*Stored data*
————————
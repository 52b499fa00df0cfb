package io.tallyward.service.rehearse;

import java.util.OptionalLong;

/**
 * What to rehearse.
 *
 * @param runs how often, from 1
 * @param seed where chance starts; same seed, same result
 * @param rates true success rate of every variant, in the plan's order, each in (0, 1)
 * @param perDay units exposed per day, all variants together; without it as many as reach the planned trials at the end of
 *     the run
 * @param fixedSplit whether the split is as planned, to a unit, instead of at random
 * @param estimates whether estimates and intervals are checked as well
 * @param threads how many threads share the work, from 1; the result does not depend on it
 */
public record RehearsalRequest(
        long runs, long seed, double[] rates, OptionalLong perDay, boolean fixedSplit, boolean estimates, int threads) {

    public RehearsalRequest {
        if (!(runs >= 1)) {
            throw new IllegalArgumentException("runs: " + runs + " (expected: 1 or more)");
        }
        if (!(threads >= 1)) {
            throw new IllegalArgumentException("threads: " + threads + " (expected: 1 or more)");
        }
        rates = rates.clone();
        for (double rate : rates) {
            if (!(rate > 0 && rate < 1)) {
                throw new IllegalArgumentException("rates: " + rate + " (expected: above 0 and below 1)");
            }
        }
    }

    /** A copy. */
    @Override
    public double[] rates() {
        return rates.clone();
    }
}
————————
*What is required*
Restate every line of the data above exactly as it was written.

*Exercise result*
repository 52b499fa00df0cfb
package io.tallyward.service.rehearse;

import java.util.OptionalLong;

/**
 * What to rehearse.
 *
 * @param runs how often, from 1
 * @param seed where chance starts; same seed, same result
 * @param rates true success rate of every variant, in the plan's order, each in (0, 1)
 * @param perDay units exposed per day, all variants together; without it as many as reach the planned trials at the end of
 *     the run
 * @param fixedSplit whether the split is as planned, to a unit, instead of at random
 * @param estimates whether estimates and intervals are checked as well
 * @param threads how many threads share the work, from 1; the result does not depend on it
 */
public record RehearsalRequest(
        long runs, long seed, double[] rates, OptionalLong perDay, boolean fixedSplit, boolean estimates, int threads) {

    public RehearsalRequest {
        if (!(runs >= 1)) {
            throw new IllegalArgumentException("runs: " + runs + " (expected: 1 or more)");
        }
        if (!(threads >= 1)) {
            throw new IllegalArgumentException("threads: " + threads + " (expected: 1 or more)");
        }
        rates = rates.clone();
        for (double rate : rates) {
            if (!(rate > 0 && rate < 1)) {
                throw new IllegalArgumentException("rates: " + rate + " (expected: above 0 and below 1)");
            }
        }
    }

    /** A copy. */
    @Override
    public double[] rates() {
        return rates.clone();
    }
}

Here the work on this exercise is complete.